=== Begin Enclosure ===
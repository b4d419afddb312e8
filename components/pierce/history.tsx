import { reviewText } from '@/components/text/pierce.ts';
import { momentText } from '@/components/text/moments.ts';
import { Stack } from '@/components/ui/stack.tsx';
import { Body, Small } from '@/components/ui/text.tsx';
import type { Revision } from '@/shared/strategies.ts';

/** What happened to a revision, oldest first: who, when, in which words. */
export function History({ revision }: { revision: Revision }) {
  if (revision.reviews.length === 0) return <Small>{reviewText.none}</Small>;
  return (
    <Stack gap="m">
      {revision.reviews.map((review) => (
        <Stack key={review.id} gap="xs">
          <Body strong>{reviewText.verdict[review.verdict](review.by.name)}</Body>
          <Small>{momentText(review.at)}</Small>
          {review.words !== '' && <Body>{reviewText.quoted(review.words)}</Body>}
        </Stack>
      ))}
    </Stack>
  );
}
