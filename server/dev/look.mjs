// `npm run look`: signs in as each role and saves a screenshot of every route, phone and wide, light and night, in .look/.
import fs from 'node:fs';
import path from 'node:path';
import { ensureChromium } from './chromium.mjs';
import { root } from './folders.mjs';
import { ensurePackages } from './packages.mjs';
import { startCluster } from './postgres.mjs';
import { runCommand, say, seconds } from './say.mjs';

const since = Date.now();
const only = process.argv.slice(2);
const sizes = { phone: { width: 390, height: 844 }, wide: { width: 1440, height: 900 } };
const themes = ['light', 'night'];

await runCommand(async () => {
  ensurePackages();
  ensureChromium();
  const { buildWeb } = await import('./web.mjs');
  await buildWeb();
  const { startDemoStack } = await import('./demo-stack.mjs');
  const { launchBrowser } = await import('./browser.mjs');
  const cluster = await startCluster({ kind: 'test' });
  const stack = await startDemoStack({ cluster, database: `look_${process.pid}` });
  const browser = await launchBrowser();
  const out = path.join(root, '.look');
  fs.mkdirSync(out, { recursive: true });
  let count = 0;
  try {
    for (const who of [null, 'operator', 'programmer', 'engineer', 'lead']) {
      for (const [size, viewport] of Object.entries(sizes)) {
        const context = await browser.newContext({ viewport, baseURL: stack.address, hasTouch: size === 'phone' });
        const page = await context.newPage();
        const noise = [];
        page.on('pageerror', (error) => noise.push(`page error: ${error.message}`));
        page.on('console', (message) => message.type() === 'error' && noise.push(`console: ${message.text()}`));
        const routes = who
          ? await signedInRoutes(page, who)
          : [
              ['sign-in', '/sign-in'],
              ['not-found', '/no-such-page'],
            ];
        for (const theme of themes) {
          await page.emulateMedia({ colorScheme: theme === 'night' ? 'dark' : 'light' });
          for (const [name, url] of routes) {
            if (only.length && !only.some((word) => `${who ?? 'stranger'}-${name}`.includes(word))) continue;
            await page.goto(url, { waitUntil: 'networkidle' });
            await page.waitForTimeout(150);
            await page.screenshot({
              path: path.join(out, `${who ?? 'stranger'}-${name}-${size}-${theme}.png`),
              fullPage: true,
            });
            count += 1;
            for (const line of noise.splice(0)) say(`${who ?? 'stranger'} ${url} ${size} ${theme}: ${line}`);
          }
        }
        await context.close();
      }
    }
  } finally {
    await browser.close();
    await stack.stop();
  }
  say(`${count} screenshots in .look/ (${seconds(since)})`);

  /** Every route this person can open, ids taken from the demo plant. */
  async function signedInRoutes(page, who) {
    const accounts = (await (await page.request.get('/api/welcome')).json()).demo.accounts;
    const account = accounts.find((one) => one.role === who && one.mail.endsWith('@quay.example'));
    const signedIn = await page.request.post('/api/sessions', {
      data: { mail: account.mail, password: stack.password },
      headers: { origin: stack.address },
    });
    if (!signedIn.ok()) throw new Error(`${who} can't sign in: ${await signedIn.text()}`);
    // Somebody who works in both plants is looked at in the first.
    const { memberships } = await signedIn.json();
    const quay = memberships.find((one) => one.plantName.startsWith('Quay'));
    await page.request.put('/api/sessions/current/plant', { data: { plantId: quay.plantId }, headers: { origin: stack.address } });
    const items = async (url) => {
      const answer = await page.request.get(url);
      return answer.ok() ? (await answer.json()).items : [];
    };
    const [machines, plates, strategies, parts, reports] = await Promise.all(
      ['/api/machines', '/api/plates', '/api/strategies', '/api/parts', '/api/reports'].map(items),
    );
    const routes = [
      ['start', '/'],
      ['at-the-machine', '/at-the-machine'],
    ];
    for (const machine of machines.slice(0, 2)) {
      for (const plate of plates.slice(0, 2)) {
        routes.push([
          `card-${machine.name}-${plate.tag}`.replace(/[^\w-]+/g, '-'),
          `/card?machine=${machine.id}&tag=${encodeURIComponent(plate.tag)}`,
        ]);
      }
    }
    routes.push(['plates', '/plates'], ['machines', '/machines']);
    if (plates[0]) routes.push(['plate', `/plates/${plates[0].id}`]);
    if (machines[0]) routes.push(['machine', `/machines/${machines[0].id}`]);
    if (who === 'operator') return routes;
    routes.push(
      ['strategies', '/strategies'],
      ['parts', '/parts'],
      ['part-new', '/parts/new'],
      ['plate-new', '/plates/new'],
    );
    for (const state of ['draft', 'inReview', 'approved']) {
      const found = strategies.find((one) => one.latest.state === state);
      if (found) routes.push([`revision-${state}`, `/revisions/${found.latest.id}`]);
    }
    if (strategies[0]) routes.push(['strategy', `/strategies/${strategies[0].id}`]);
    if (parts[0]) {
      routes.push(['part', `/parts/${parts[0].id}`]);
      const part = await (await page.request.get(`/api/parts/${parts[0].id}`)).json();
      if (part.cornerPlans[0]) routes.push(['corner-plan', `/corner-plans/${part.cornerPlans[0].id}`]);
    }
    if (who === 'programmer') return routes;
    routes.push(
      ['strategy-new', '/strategies/new'],
      ['machine-new', '/machines/new'],
      ['reviews', '/reviews'],
      ['reports', '/reports'],
    );
    if (reports[0]) routes.push(['report', `/reports/${reports[0].id}`]);
    if (who === 'lead') routes.push(['people', '/people'], ['record', '/record']);
    return routes;
  }
});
=== End Enclosure ===
WORK ORDER: Copy out only the lines above from the one with "await signedInRoutes(page, who)" to the one with "const quay = memberships.find((one)", inclusive, exactly as they stand.

WRITTEN REPLY:
          ? await signedInRoutes(page, who)
          : [
              ['sign-in', '/sign-in'],
              ['not-found', '/no-such-page'],
            ];
        for (const theme of themes) {
          await page.emulateMedia({ colorScheme: theme === 'night' ? 'dark' : 'light' });
          for (const [name, url] of routes) {
            if (only.length && !only.some((word) => `${who ?? 'stranger'}-${name}`.includes(word))) continue;
            await page.goto(url, { waitUntil: 'networkidle' });
            await page.waitForTimeout(150);
            await page.screenshot({
              path: path.join(out, `${who ?? 'stranger'}-${name}-${size}-${theme}.png`),
              fullPage: true,
            });
            count += 1;
            for (const line of noise.splice(0)) say(`${who ?? 'stranger'} ${url} ${size} ${theme}: ${line}`);
          }
        }
        await context.close();
      }
    }
  } finally {
    await browser.close();
    await stack.stop();
  }
  say(`${count} screenshots in .look/ (${seconds(since)})`);

  /** Every route this person can open, ids taken from the demo plant. */
  async function signedInRoutes(page, who) {
    const accounts = (await (await page.request.get('/api/welcome')).json()).demo.accounts;
    const account = accounts.find((one) => one.role === who && one.mail.endsWith('@quay.example'));
    const signedIn = await page.request.post('/api/sessions', {
      data: { mail: account.mail, password: stack.password },
      headers: { origin: stack.address },
    });
    if (!signedIn.ok()) throw new Error(`${who} can't sign in: ${await signedIn.text()}`);
    // Somebody who works in both plants is looked at in the first.
    const { memberships } = await signedIn.json();
    const quay = memberships.find((one) => one.plantName.startsWith('Quay'));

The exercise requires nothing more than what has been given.